Lines to return, exactly: from the line with "def _one_way_star(site: Site)" to the line with "site.web.add_links(boosters, targets[np.arange(len(boosters)) %" in the entries below, both included.

(Stored items from a collection)
----

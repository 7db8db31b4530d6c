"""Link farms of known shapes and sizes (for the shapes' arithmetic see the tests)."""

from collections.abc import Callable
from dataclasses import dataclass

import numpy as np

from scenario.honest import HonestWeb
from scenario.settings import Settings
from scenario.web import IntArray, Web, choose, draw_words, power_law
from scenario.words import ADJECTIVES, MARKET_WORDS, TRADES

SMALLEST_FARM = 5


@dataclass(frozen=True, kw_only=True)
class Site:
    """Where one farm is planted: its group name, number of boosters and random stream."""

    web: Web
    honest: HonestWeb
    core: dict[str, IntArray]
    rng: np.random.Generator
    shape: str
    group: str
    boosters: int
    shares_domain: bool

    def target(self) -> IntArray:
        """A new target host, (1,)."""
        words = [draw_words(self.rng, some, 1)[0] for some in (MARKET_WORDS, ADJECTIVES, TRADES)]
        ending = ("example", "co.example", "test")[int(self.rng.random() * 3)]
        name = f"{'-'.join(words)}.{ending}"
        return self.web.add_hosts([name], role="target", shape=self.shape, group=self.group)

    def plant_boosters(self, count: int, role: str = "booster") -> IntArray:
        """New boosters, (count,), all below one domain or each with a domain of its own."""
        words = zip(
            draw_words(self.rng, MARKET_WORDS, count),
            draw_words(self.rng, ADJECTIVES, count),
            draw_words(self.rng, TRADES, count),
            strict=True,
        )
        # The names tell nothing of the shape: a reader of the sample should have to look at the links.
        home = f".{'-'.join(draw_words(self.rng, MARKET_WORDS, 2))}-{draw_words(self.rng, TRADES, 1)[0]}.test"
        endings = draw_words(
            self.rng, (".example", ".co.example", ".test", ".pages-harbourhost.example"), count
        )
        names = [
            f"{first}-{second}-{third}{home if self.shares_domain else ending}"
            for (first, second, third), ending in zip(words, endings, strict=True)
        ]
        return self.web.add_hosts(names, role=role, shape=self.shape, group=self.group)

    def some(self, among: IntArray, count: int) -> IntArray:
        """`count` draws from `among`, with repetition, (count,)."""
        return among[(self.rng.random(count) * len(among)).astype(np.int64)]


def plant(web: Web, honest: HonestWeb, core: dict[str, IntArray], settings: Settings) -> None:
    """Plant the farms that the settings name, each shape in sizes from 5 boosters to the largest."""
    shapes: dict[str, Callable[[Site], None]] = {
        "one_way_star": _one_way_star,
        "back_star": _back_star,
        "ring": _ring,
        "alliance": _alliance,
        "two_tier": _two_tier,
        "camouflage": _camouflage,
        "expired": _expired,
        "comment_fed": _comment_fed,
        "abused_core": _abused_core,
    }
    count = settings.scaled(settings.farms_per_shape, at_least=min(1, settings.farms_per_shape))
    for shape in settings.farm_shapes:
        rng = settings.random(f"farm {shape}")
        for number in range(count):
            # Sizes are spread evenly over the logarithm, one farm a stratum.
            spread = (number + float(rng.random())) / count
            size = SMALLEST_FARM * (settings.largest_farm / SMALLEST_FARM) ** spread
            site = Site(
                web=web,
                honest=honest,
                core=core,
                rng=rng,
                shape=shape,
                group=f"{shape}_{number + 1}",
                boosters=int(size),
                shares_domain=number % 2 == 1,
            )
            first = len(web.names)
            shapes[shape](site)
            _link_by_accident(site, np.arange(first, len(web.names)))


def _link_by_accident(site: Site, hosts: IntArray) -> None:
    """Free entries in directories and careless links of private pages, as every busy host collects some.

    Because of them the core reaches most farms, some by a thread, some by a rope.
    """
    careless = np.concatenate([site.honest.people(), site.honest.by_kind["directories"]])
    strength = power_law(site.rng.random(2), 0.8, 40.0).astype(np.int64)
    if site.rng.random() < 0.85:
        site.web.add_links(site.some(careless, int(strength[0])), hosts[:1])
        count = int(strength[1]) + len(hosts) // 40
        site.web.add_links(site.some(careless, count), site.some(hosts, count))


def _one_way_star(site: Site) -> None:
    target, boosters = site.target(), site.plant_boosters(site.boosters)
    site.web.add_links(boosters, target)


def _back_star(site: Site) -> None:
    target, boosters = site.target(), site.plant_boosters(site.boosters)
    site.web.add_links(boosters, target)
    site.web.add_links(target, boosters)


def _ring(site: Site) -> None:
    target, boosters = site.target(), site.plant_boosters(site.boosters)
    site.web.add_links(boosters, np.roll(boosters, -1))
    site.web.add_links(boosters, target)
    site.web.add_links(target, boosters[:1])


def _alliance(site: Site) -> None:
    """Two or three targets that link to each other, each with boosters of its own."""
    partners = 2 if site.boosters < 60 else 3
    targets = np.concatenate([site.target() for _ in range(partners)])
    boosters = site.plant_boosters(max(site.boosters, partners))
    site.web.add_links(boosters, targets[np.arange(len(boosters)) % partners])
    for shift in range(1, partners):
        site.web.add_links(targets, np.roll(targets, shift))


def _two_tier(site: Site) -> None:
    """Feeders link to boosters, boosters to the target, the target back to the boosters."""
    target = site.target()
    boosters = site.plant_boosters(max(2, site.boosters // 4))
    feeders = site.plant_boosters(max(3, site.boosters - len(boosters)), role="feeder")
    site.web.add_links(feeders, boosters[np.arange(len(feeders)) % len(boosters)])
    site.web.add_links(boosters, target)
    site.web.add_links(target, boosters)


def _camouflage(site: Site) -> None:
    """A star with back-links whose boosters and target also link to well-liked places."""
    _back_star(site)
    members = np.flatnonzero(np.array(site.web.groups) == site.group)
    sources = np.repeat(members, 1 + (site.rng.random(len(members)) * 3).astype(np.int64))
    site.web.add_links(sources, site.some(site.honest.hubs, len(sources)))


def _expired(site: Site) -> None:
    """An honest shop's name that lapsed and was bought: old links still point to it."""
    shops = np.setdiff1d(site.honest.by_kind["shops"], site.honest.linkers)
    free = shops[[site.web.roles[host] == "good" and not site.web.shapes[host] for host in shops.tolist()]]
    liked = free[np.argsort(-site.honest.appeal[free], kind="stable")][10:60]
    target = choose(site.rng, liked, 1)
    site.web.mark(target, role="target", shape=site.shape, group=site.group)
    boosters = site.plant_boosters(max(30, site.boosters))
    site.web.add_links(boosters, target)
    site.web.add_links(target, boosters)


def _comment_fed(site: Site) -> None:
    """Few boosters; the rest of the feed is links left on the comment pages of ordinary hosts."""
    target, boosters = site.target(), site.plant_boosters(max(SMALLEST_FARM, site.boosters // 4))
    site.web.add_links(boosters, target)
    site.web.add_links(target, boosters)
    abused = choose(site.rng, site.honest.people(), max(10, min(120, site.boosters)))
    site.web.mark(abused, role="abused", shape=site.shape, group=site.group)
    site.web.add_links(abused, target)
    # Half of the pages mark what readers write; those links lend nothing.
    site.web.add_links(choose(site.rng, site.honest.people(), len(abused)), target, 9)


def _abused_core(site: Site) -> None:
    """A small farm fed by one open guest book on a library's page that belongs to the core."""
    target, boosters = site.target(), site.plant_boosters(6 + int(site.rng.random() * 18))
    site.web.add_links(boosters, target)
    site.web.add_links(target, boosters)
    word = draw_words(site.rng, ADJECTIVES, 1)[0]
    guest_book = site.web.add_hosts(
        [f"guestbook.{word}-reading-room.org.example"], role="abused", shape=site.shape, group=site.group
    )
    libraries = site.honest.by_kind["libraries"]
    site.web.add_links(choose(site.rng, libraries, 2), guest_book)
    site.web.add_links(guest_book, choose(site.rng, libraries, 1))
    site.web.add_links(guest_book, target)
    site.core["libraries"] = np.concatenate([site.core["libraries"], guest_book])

----

Answer below:
def _one_way_star(site: Site) -> None:
    target, boosters = site.target(), site.plant_boosters(site.boosters)
    site.web.add_links(boosters, target)


def _back_star(site: Site) -> None:
    target, boosters = site.target(), site.plant_boosters(site.boosters)
    site.web.add_links(boosters, target)
    site.web.add_links(target, boosters)


def _ring(site: Site) -> None:
    target, boosters = site.target(), site.plant_boosters(site.boosters)
    site.web.add_links(boosters, np.roll(boosters, -1))
    site.web.add_links(boosters, target)
    site.web.add_links(target, boosters[:1])


def _alliance(site: Site) -> None:
    """Two or three targets that link to each other, each with boosters of its own."""
    partners = 2 if site.boosters < 60 else 3
    targets = np.concatenate([site.target() for _ in range(partners)])
    boosters = site.plant_boosters(max(site.boosters, partners))
    site.web.add_links(boosters, targets[np.arange(len(boosters)) % partners])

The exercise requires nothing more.